24. D. This question addresses a facility that is used to store backed-up data; it is not talking about an offsite facility used for disaster recovery purposes. The facility should not be only 10 to 15 minutes away, because some types of disasters could destroy both the company’s main facility and this facility if they are that close together, in which case the company would lose all of its information. The facility should have the same security standards as the company’s security, including protection against unauthorized access.

25. A. A reciprocal agreement is not enforceable, meaning that the company that agreed to let the damaged company work out of its facility can decide not to allow this to take place. A reciprocal agreement is a better secondary backup option if the original plan falls through.

26. D. A cold site only provides environmental measures—wiring, air conditioning, raised floors—basically a shell of a building and no more.

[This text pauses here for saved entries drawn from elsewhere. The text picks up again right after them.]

def _build_table(base: str, sha: str, originals: list[str], columns: list, preview: list[list[str]],
                 notes: list[str], decimal_comma: bool, n_rows: int | None = None) -> Table:
    if not originals:
        raise _fail(base, "empty file: it holds no table", "choose the file that holds the table")
    names = _unique_names([_cell_text(o) if not isinstance(o, str) else o for o in originals], notes)
    if n_rows is None:
        n_rows = len(columns[0]) if columns and not isinstance(columns[0], _Typed) else 0
    if n_rows == 0:
        raise _fail(base, "header only: the file has column names but no data rows",
                    "add data rows below the header")
    if n_rows > config.MAX_ROWS:
        raise _fail(base, f"has more than {config.MAX_ROWS} data rows; pairlens reads at most {config.MAX_ROWS}",
                    "load a sample of the rows")

    # rows with every cell empty carry nothing (spreadsheet exports often end with ",,,")
    if columns and not any(isinstance(c, _Typed) for c in columns):
        empty_rows = np.ones(n_rows, dtype=bool)
        for c in columns:
            empty_rows &= _cell_missing(c)
            if not empty_rows.any():
                break
        if empty_rows.any():
            dropped = int(empty_rows.sum())
            notes.append(f"dropped {_plural(dropped, 'row')} with every cell empty or missing")
            keep = ~empty_rows
            columns = [c[keep] if isinstance(c, np.ndarray) else c[keep].reset_index(drop=True)
                       for c in columns]
            n_rows -= dropped
    if n_rows == 0:
        raise _fail(base, "header only: the file has column names but no data rows",
                    "add data rows below the header")
    if n_rows < config.MIN_ROWS:
        raise _fail(base, f"fewer than {config.MIN_ROWS} data rows: it has only {n_rows}",
                    f"pairlens needs at least {config.MIN_ROWS} rows to measure an association")

    typed = [c if isinstance(c, _Typed) else _numeric(c) if isinstance(c, np.ndarray)
             else _type_column(c, decimal_comma) for c in columns]

    info: list[ColumnInfo] = []
    used_names: list[str] = []
    used_values: list[np.ndarray] = []
    times: dict[str, np.ndarray] = {}
    for name, original, t, c in zip(names, originals, typed, columns):
        original_text = original if isinstance(original, str) else _cell_text(original)
        if t.kind == "categorical" and t.values is not None:
            # kept as level codes (issue 18); beyond the level limit a column stays out with the fix
            if t.distinct > config.CATEGORICAL_MAX_LEVELS:
                reason = (f"{t.reason}: more than {config.CATEGORICAL_MAX_LEVELS} levels, too many to compare "
                          "(merge levels, or raise PAIRLENS_CATEGORICAL_MAX_LEVELS)")
                info.append(ColumnInfo(name, original_text, t.kind, False, reason, t.missing, 0, t.distinct))
                continue
            if t.distinct < 2:
                info.append(ColumnInfo(name, original_text, t.kind, False, f"{t.reason}: a single level",
                                       t.missing, 0, t.distinct))
                continue
            info.append(ColumnInfo(name, original_text, t.kind, True, "", t.missing, 0, t.distinct,
                                   levels=t.levels))
            used_names.append(name)
            used_values.append(t.values)
            continue
        if t.kind != "numeric":
            info.append(ColumnInfo(name, original_text, t.kind, False, t.reason, t.missing, 0, t.distinct))
            if t.kind == "datetime" and t.values is not None:
                times[name] = t.values
            continue
        values = t.values
        # -0 and 0 are the same number to every measure; one zero keeps the readers and
        # formats from differing by a sign bit (pandas reads "-0" in integer columns as 0)
        values[values == 0] = 0.0
        infinite_mask = np.isinf(values)
        n_inf = int(infinite_mask.sum())
        if n_inf:
            values[infinite_mask] = np.nan
        finite = values[~np.isnan(values)]
        n_missing = int(values.size - finite.size)
        if t.non_numeric:
            notes.append(f"column {name!r}: {_plural(t.non_numeric, 'non-numeric cell')} "
                         f"counted as missing (e.g. {', '.join(_quote(e, 20) for e in t.examples)})")
        if n_inf:
            notes.append(f"column {name!r}: {_plural(n_inf, 'infinite value')} counted as missing")
        if finite.size == 0:
            reason = "all values missing"
            parts = [_plural(n, word) for n, word in ((n_inf, "infinite value"), (t.non_numeric, "non-number")) if n]
            if parts:
                reason += f" ({', '.join(parts)})"
            info.append(ColumnInfo(name, original_text, "empty", False, reason, n_missing, n_inf, 0,
                                   non_numeric=t.non_numeric))
            continue
        distinct = int(np.unique(finite).size)
        low, mid, high = float(finite.min()), float(np.median(finite)), float(finite.max())
        if distinct == 1:
            notes.append(f"column {name!r} is constant (every value {low:g}); its measures will be undefined")
        elif class_code_levels(finite):
            notes.append(f"column {name!r} looks like a class code ({distinct} distinct whole numbers); "
                         f"analysed as categorical (--numeric {name} keeps it a number)")
        info.append(ColumnInfo(name, original_text, "numeric", True, "", n_missing, n_inf, distinct,
                               low, mid, high, non_numeric=t.non_numeric))
        used_names.append(name)
        used_values.append(values)

    if len(used_names) < 2:
        others = [c for c in info if not c.used]
        found = f"found {_plural(len(used_names), 'numeric column')}"
        if used_names:
            found += f" ({_name_list(used_names)})"
        if others:
            listed = "; ".join(f"{_quote(c.name)}: {c.reason}" for c in others[:4])
            if len(others) > 4:
                listed += f"; and {len(others) - 4} more"
            found += f" and {_plural(len(others), 'other column')} ({listed})"
        fix = "pairlens needs at least 2 numeric columns"
        if len(info) == 1:
            fix += "; the whole line became one column, so check the delimiter (comma, semicolon, tab or pipe)"
        raise _fail(base, f"fewer than 2 numeric columns: {found}", fix)

    data = np.empty((n_rows, len(used_values)), dtype=np.float64)
    for j, values in enumerate(used_values):
        data[:, j] = values
    return Table(name=base, sha256=sha, n_rows=n_rows, columns=used_names, data=data, info=info,
                 notes=notes, preview=[list(map(str, r)) for r in preview], preview_header=names, times=times)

27. C. Several steps need to be followed when gathering and extracting evidence from a scene. Once a computer has been confiscated, the first thing the computer forensics team should do is make an image of the hard drive. The team will work from this image instead of the original hard drive so that the original stays in a pristine state and the evidence on the drive is not accidentally corrupted or modified.

28. C. For evidence to be admissible, it must be relevant, complete, sufficient, and reliable to the case. For evidence to be reliable, it must be consistent with fact and must not be based on opinion or be circumstantial.

29. D. The allegations, depending on the details, could point to any of the four types of investigations. However, since you are meeting with attorneys representing this client, it is likeliest that they are considering (or taking) civil action against your company. None of the other three types of investigations would normally involve meetings with a client’s attorneys. As an aside, in this situation you would obviously want to ensure that your own company’s attorneys were present too.